Surplus bolt action: Acceptable but not great accuracy, high damage, good range, and uses ammo that's readily obtainable. Slow to refire and reload on top of being heavy. Can also be made prone to rimlock (functionally a jam) on refire if it uses a rimmed cartridge (Which the only one to be common and use an extant cartridge, the Mosin Nagant, does)
Traumatic Pistol (New barrel+Lead ammo): Trades reliability (this is craft made ammo of a type that the "gun" was never meant to work with) for much greater damage.
Tier 3:
Real Guns!
Problem is this requires some degree of setting cooperation. This wouldn't work in a place where real guns are accessible (legally or not) like an African war zone, a(n) agency/black money slush fund backed spy, or the US, but would fit European criminals (STALKER).
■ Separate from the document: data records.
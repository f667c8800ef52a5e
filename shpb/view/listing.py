"""Several shots as a table of plain text: one line a shot."""

from __future__ import annotations

from collections import Counter
from collections.abc import Iterable
from dataclasses import dataclass

from shpb.pulse.front import UnusableShotError
from shpb.reduction import ShotResult
from shpb.trust.finding import Verdict, Weight
from shpb.trust.repeats import RepeatShot, repeat_shot
from shpb.view.repeats import repeat_lines
from shpb.view.text import padded, printable, rounded, wrapped
from shpb.view.wording import strain_text, telling

FAILED = "failed"
_USUAL_STRAIN = 0.10  # shown where several strains are known for as many shots
_WIDEST_NAME = 16


@dataclass(frozen=True, slots=True, kw_only=True)
class ListRow:
    """What one line of the table holds: small, and fit to come from another process.

    Attributes
    ----------
    verdict : str
        accept, restrict, reject, or failed where the shot could not be reduced.
    strain_span : (float, float) or None
        True strain at both ends of what counts.
    flow : tuple of (strain, plastic, stress [Pa])
        Flow stresses that are known; ``plastic`` says which strain it is.
    reasons : str
        Checks that say something, gravest first; the error where the shot could not be reduced.
    repeat : RepeatShot or None
        What its repeats are held against; None where the shot does not count.
    """

    shot_id: str
    verdict: str
    rate_per_s: float | None = None
    strain_span: tuple[float, float] | None = None
    flow: tuple[tuple[float, bool, float], ...] = ()
    reasons: str = ""
    repeat: RepeatShot | None = None


def list_row(result: ShotResult) -> ListRow:
    """The line of one reduced shot."""
    response = result.response
    # A note does not matter beside what restricts or rejects.
    said = telling(result.findings)
    grave = tuple(f for f in said if f.weight is not Weight.NOTE) or said
    return ListRow(
        shot_id=result.sheet.shot_id,
        verdict=result.verdict.value,
        rate_per_s=response.rate.mean_per_s,
        strain_span=response.strain_span,
        flow=tuple((f.at_strain, f.plastic, f.stress_pa) for f in response.flow if f.stress_pa is not None),
        reasons=", ".join(f.check for f in grave),
        repeat=repeat_shot(result),
    )


def list_row_of_error(shot_id: str, error: Exception) -> ListRow:
    """The line of a shot that could not be reduced: rejected where its record is at fault, else failed."""
    verdict = Verdict.REJECT.value if isinstance(error, UnusableShotError) else FAILED
    return ListRow(shot_id=shot_id, verdict=verdict, reasons=str(getattr(error, "what", "") or error))


def list_text(rows: Iterable[ListRow], *, width: int = 80) -> str:
    """Return the table of several shots, verdicts counted and repeats compared below it; no line passes ``width``."""
    rows = list(rows)
    if not rows:
        return "No shots."
    width = max(width, 60)
    strain = _common_strain(rows)
    name = min(max([4, *(len(printable(row.shot_id)) for row in rows)]), _WIDEST_NAME)
    at = "-" if strain is None else f"{strain:g}"
    lines = [
        f"{'':<{name}}           rate   strain that   MPa at",
        f"{'shot':<{name}} verdict    1/s   counts        {at:<6}  reasons",
    ]
    lines += [_line(row, name, strain, width) for row in rows]
    lines += ["", *_legend(rows, strain, width)]
    return "\n".join(line.rstrip() for line in lines)


def _common_strain(rows: list[ListRow]) -> float | None:
    """The strain at which most shots have a flow stress."""
    counts = Counter(strain for row in rows for strain, _, _ in row.flow)
    if not counts:
        return None
    return max(counts, key=lambda strain: (counts[strain], -abs(strain - _USUAL_STRAIN)))


def _line(row: ListRow, name: int, strain: float | None, width: int) -> str:
    rate = "" if row.rate_per_s is None else rounded(row.rate_per_s)
    span = "" if row.strain_span is None else "-".join(map(strain_text, row.strain_span))
    stress = next(((p, s) for e, p, s in row.flow if e == strain), None)
    flow = "" if stress is None else rounded(stress[1] / 1e6) + ("" if stress[0] else "*")
    head = f"{padded(printable(row.shot_id), name)} {row.verdict.upper():<8}{rate:>6}   {span:<12}{flow:>7}  "
    return head + padded(printable(row.reasons), width - len(head)) if len(head) < width else head[:width]


def _legend(rows: list[ListRow], strain: float | None, width: int) -> list[str]:
    counts = Counter(row.verdict for row in rows)
    said = ", ".join(f"{counts[v]} {v}" for v in ("accept", "restrict", "reject", FAILED) if counts[v])
    lines = wrapped(f"{len(rows)} shot{'' if len(rows) == 1 else 's'}: {said}.", width)
    lines += wrapped("rate: mean engineering strain rate; strain: true.", width)
    if strain is not None:
        lines += wrapped(f"MPa: true flow stress at true plastic strain {strain:g}.", width)
    if any(not plastic for row in rows for e, plastic, _ in row.flow if e == strain):
        lines += wrapped("* at total true strain: no Young's modulus is stated for the specimen.", width)
    return lines + repeat_lines((row.repeat for row in rows if row.repeat is not None), width)
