"""Calibration shots to the values of a rig: wave speed, Poisson's ratio, sensitivities, propagation, with covariance.

Along the flow: :mod:`~shpb.calibrate.session_file` reads what was fired, each method makes
:class:`~shpb.calibrate.determination.Determination` values of it, and all together become one dated
:class:`~shpb.rig.calibration.Calibration`.
"""
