class Carrier:
    """Carries changes of pulses and formulas to every output of one shot."""

    def __init__(self, scene: Scene) -> None:
        self.scene = scene
        evidence = scene.evidence
        response, specimen, motion, at = evidence.response, evidence.sheet.specimen, scene.motion, scene.at
        self.per = PerUnit.of(evidence)
        self.pulse_changes = PulseChanges(scene)
        self.first = response.analysis is Analysis.ONE_WAVE
        pairs = ((c.stress_pa, c.strain_rate_per_s) for c in (response.one_wave, response.three_wave))
        self.curves = [values[at] for pair in pairs for values in pair]
        self.closing_r_m_s = (
            self.curves[1] * self.per.length_m - (self.per.by_z_in - self.per.by_z_out) * motion.force_out_n
        )
        self.comes_back = evidence.faces.returning is not None
        if self.comes_back:
            # F_out/Z_i - v_out stands in place of F_out (1/Z_i - 1/Z_t).
            self.closing_r_m_s += motion.velocity_out_m_s - self.per.by_z_out * motion.force_out_n
        curve = response.curve
        self.sign = 1.0 if evidence.sheet.kind is TestKind.TENSION else -1.0
        self.stretch = np.maximum(1.0 + self.sign * curve.strain[at], 1e-3)
        self.stress = curve.stress_pa[at]
        self.slope, self.share = _hardening(response, specimen.young_modulus_pa, at)
        transit = specimen.transit_time_s
        self.mean_s = float(2 * transit) if transit else 0.0
        self.width = max(round(self.mean_s / scene.interval_s), 1)
        mean_force = 0.5 * (motion.force_in_n + motion.force_out_n)
        smooth_force = moving_mean(mean_force, self.width)
        part = (at >= response.loading[0]) & (at < response.loading[1])
        self.loaded = smooth_force > _LEAST_FORCE * max(float(mean_force[part].max(initial=0.0)), 0.0)
        self.by_force = np.where(self.loaded, 1 / np.where(self.loaded, smooth_force, 1.0), 0.0)
        half = 0.5 * moving_mean(motion.force_in_n - motion.force_out_n, self.width) * self.by_force
        self.weights = (1 - half, 1 + half)
        span = response.span or response.loading
        self.middle = int(np.searchsorted(at, (span[0] + span[1]) // 2))
        self.averaged = self._share_of_running_mean()
        self.faces_m_n = faces_by_force(evidence, at)

    def carried(self, ways: Sequence[Way]) -> dict[Way, FloatArray]:
        """Change of every output by a unit step in each way, shape (outputs, thinned samples) each."""
        scene = self.scene
        out = np.empty((len(ways), len(ALL_OUTPUTS), scene.time_s.size))
        for rows, way in zip(out, ways, strict=True):
            pulses: list[FloatArray | float] = [0.0, 0.0, 0.0, 0.0]
            by = dict.fromkeys(SCALES, 0.0)
            added_rate: FloatArray | float = 0.0
            added: tuple[FloatArray | float, FloatArray | float] = (0.0, 0.0)
            for parameter, power in way:
                for pulse, change in self.pulse_changes(parameter).items():
                    pulses[pulse] = pulses[pulse] + power * change
                for scale, share in scale_changes(parameter).items():
                    by[scale] += power * share
                if parameter == "indentation":
                    indentation = scene.evidence.response.indentation_strain[scene.at]
                    added_rate = -power * np.gradient(indentation, scene.interval_s)
                elif parameter in _STRESS_CORRECTIONS:
                    off = scene.evidence.response.correction(Correction(parameter)).off
                    added = -power * _at(off.stress_1w_pa, scene.at), -power * _at(off.stress_3w_pa, scene.at)
            self._at_faces(rows, pulses, by, added_rate)
            rows[0] += added[0]
            rows[3] += added[1]
        self._along_time(out)
        return dict(zip(ways, out, strict=True))

    def _at_faces(
        self,
        out: FloatArray,
        pulses: Sequence[FloatArray | float],
        by: Mapping[str, float],
        added_rate: FloatArray | float,
    ) -> None:
        """Fill in stresses and rates, and the difference of the forces for D."""
        motion, per, curves = self.scene.motion, self.per, self.curves
        incident, reflected, transmitted, returning = pulses
        force_in = per.force_in_n * (incident + reflected) + by["force_in"] * motion.force_in_n
        force_out = per.force_out_n * (transmitted + returning) + by["force_out"] * motion.force_out_n
        velocity_in = per.speed_in_m_s * (incident - reflected) + by["velocity_in"] * motion.velocity_in_m_s
        velocity_out = (
            per.speed_out_m_s * (transmitted - returning) + by["velocity_out"] * motion.velocity_out_m_s
        )
        closing = -2 * per.speed_in_m_s * reflected + by["velocity_in"] * self.closing_r_m_s
        # One-wave closing has F_out (1/Z_i - 1/Z_t) besides, for different bars alone.
        if self.comes_back:
            closing = closing + per.by_z_in * force_out - velocity_out
            by_z = -by["impedance_in"] * per.by_z_in
        else:
            closing = closing + (per.by_z_in - per.by_z_out) * force_out
            by_z = by["impedance_out"] * per.by_z_out - by["impedance_in"] * per.by_z_in
        if by_z:
            closing = closing + by_z * motion.force_out_n
        out[0] = force_out / per.area_m2 - by["area"] * curves[0]
        out[1] = closing / per.length_m - by["length"] * curves[1] + added_rate
        out[3] = 0.5 * (force_in + force_out) / per.area_m2 - by["area"] * curves[2]
        out[4] = (velocity_in - velocity_out) / per.length_m - by["length"] * curves[3] + added_rate
        if self.faces_m_n is not None:
            # The indentation was taken off by these very forces: what changes them changes it.
            taken = self.faces_m_n[0] * force_in + self.faces_m_n[1] * force_out
            sinks = np.gradient(taken, self.scene.interval_s) / per.length_m
            out[1] -= sinks
            out[4] -= sinks
        out[9] = self.weights[0] * force_in - self.weights[1] * force_out

    def _along_time(self, out: FloatArray) -> None:
        """Fill in strains, true values and D, for all ways at once."""
        rates, strains = out[:, 1:5:3], out[:, 2:6:3]
        np.cumsum(rates, axis=-1, out=strains)
        strains -= 0.5 * (rates + rates[..., :1])
        strains *= self.scene.interval_s
        stress, strain = (out[:, 0], out[:, 2]) if self.first else (out[:, 3], out[:, 5])
        out[:, 6] = strain / self.stretch
        out[:, 7] = self.stretch * stress + self.sign * self.stress * strain
        out[:, 8] = (out[:, 7] - self.slope * out[:, 6]) * self.share
        out[:, 9] = _running_mean(out[:, 9], self.width) * self.by_force

    def noise(self, way: Way) -> FloatArray:
        """Variance that unit white noise in one pulse leaves in every output, shape (outputs, thinned samples).

        A running integral of white noise grows as the root of time: variance S t/2 with the one-sided density
        S = 2 sigma^2 dt of a noise of sigma sampled at dt.
        """
        scene, per = self.scene, self.per
        faces = scene.evidence.faces
        which = way[0][0].removeprefix("noise_")
        if which not in PULSES:
            return self._noise_of_station(which)
        pulse = PULSES.index(which)
        sampled = scene.evidence.pulses.sample_interval_s
        passed = faces.low_pass.noise_share(sampled) ** 2
        summed = (scene.time_s - scene.time_s[0]) * sampled
        # What one unit of strain in this pulse is in each output.
        force, speed = (
            (per.force_out_n, per.speed_out_m_s) if pulse == 2 else (per.force_in_n, per.speed_in_m_s)
        )
        stress_1w = force / per.area_m2 if pulse == 2 else 0.0
        rate_1w = (0.0, -2 * speed, (per.by_z_in - per.by_z_out) * force)[pulse] / per.length_m
        stress_3w = 0.5 * force / per.area_m2
        rate_3w = speed / per.length_m * (1.0 if pulse == 0 else -1.0)
        out = np.empty((len(ALL_OUTPUTS), scene.time_s.size))
        for row, unit in ((0, stress_1w), (1, rate_1w), (3, stress_3w), (4, rate_3w)):
            out[row] = passed * unit**2
        out[2], out[5] = summed * rate_1w**2, summed * rate_3w**2
        if self.faces_m_n is not None:
            taken = (self.faces_m_n[1 if pulse == 2 else 0] * force / per.length_m) ** 2
            for rate_row, strain_row in ((1, 2), (4, 5)):
                out[rate_row] += self._noise_of_derivative() * taken
                out[strain_row] += passed * taken
        self._true_variances(out)
        out[9] = self.averaged * (self.weights[pulse == 2] * force * self.by_force) ** 2
        return out

    def _true_variances(self, out: FloatArray) -> None:
        """Fill in the variances of true values: noise of stress and noise of strain are taken as independent."""
        stress, strain = (out[0], out[2]) if self.first else (out[3], out[5])
        out[6] = strain / self.stretch**2
        out[7] = self.stretch**2 * stress + self.stress**2 * strain
        tilt = self.sign * self.stress - self.slope / self.stretch
        out[8] = (self.stretch**2 * stress + tilt**2 * strain) * self.share**2

    def _noise_of_station(self, station: str) -> FloatArray:
        """As :meth:`noise`, of a station that tells waves apart: it grows, and both waves of the bar have it."""
        scene, per = self.scene, self.per
        side = station.split("_", 1)[0]
        changes = self.pulse_changes.stations
        bar = scene.evidence.pulses.separated_bar(side)
        assert changes is not None, station
        assert bar is not None, station
        k, kernels, since = bar.stations.index(station), changes.kernels(side), changes.since_s(side)
        incident, interval = side == "incident", scene.evidence.pulses.sample_interval_s
        ea, speed = (per.force_in_n, per.speed_in_m_s) if incident else (per.force_out_n, per.speed_out_m_s)
        back = scene.evidence.faces.returning is not None
        by_z = per.by_z_in if back else per.by_z_in - per.by_z_out
        weight = self.weights[0 if incident else 1] * self.by_force
        taken = None if self.faces_m_n is None else (self.faces_m_n[0 if incident else 1] / per.length_m) ** 2
        width = max(round(self.mean_s / interval), 1)

        def variance(kernel: FloatArray) -> FloatArray:
            return kernels.variance(kernel, k, since)

        def filled(left: FloatArray) -> FloatArray:
            right = kernels.right[k]
            force, velocity = ea * (right + left), speed * (right - left)
            one = -2 * speed * left if incident else by_z * force - (velocity if back else 0.0 * velocity)
            three = velocity if incident else -velocity
            out = np.empty((len(ALL_OUTPUTS), scene.time_s.size))
            out[0] = 0.0 if incident else variance(force / per.area_m2)
            out[3] = variance(0.5 * force / per.area_m2)
            for row, rate in ((1, one / per.length_m), (4, three / per.length_m)):
                out[row], out[row + 1] = variance(rate), variance(np.cumsum(rate) * interval)
                if taken is not None:
                    out[row] += taken * variance(np.gradient(force, interval))
                    out[row + 1] += taken * variance(force)
            out[9] = variance(moving_mean(force, width)) * weight**2
            return out

        left = kernels.left[k]
        out: FloatArray = np.where(changes.has_left(side), filled(left), filled(np.zeros_like(left)))
        self._true_variances(out)
        return out

    def _noise_of_derivative(self) -> float:
        """Variance that unit white noise in the samples leaves in the time derivative after the low-pass [1/s^2]."""
        low_pass = self.scene.evidence.faces.low_pass
        frequency = np.linspace(0.0, low_pass.stop_hz, 400)
        density = (2 * np.pi * frequency * low_pass.gain(frequency)) ** 2
        return float(2 * self.scene.evidence.pulses.sample_interval_s * density.mean() * low_pass.stop_hz)

    def _share_of_running_mean(self) -> float:
        """Share of the variance of white noise that passes the low-pass and a running mean over two transits."""
        faces = self.scene.evidence.faces
        frequency = np.linspace(0.0, faces.low_pass.stop_hz, 200)
        passed = (faces.low_pass.gain(frequency) * np.sinc(frequency * self.mean_s)) ** 2
        sampled = self.scene.evidence.pulses.sample_interval_s
        return min(float(2 * sampled * passed.mean() * faces.low_pass.stop_hz), 1.0)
It also makes the early game punishing for casuals (but that may be a good thing), and loses impact after the early games except for allowing quantity enemies without showering the player in loot.
Idea 2: Ammo quality matters.
With modern firearms the biggest impact on accuracy is the ammo used: Even budget guns can be sub MoA with decent ammo. This is likewise true for reliability (ammo related malfunctions far exceed other ones) and damage (quality hollowpoints do far more damage than FMJ). I know of only one game, 7.62 High Calibre with Hard Life mod, that did actually made ammo of differing quality obtainable, but it really only had low quality ammo in the very early game and only for a limited number of calibers (some poorly stored 7.62x51, 7.62x39 from everyone that makes it, and some steel case 5.56 to my memory). This adds some resource management where your quality ammo is an important commodity.
Are there any other ways to fix/improve the problems that you can think of?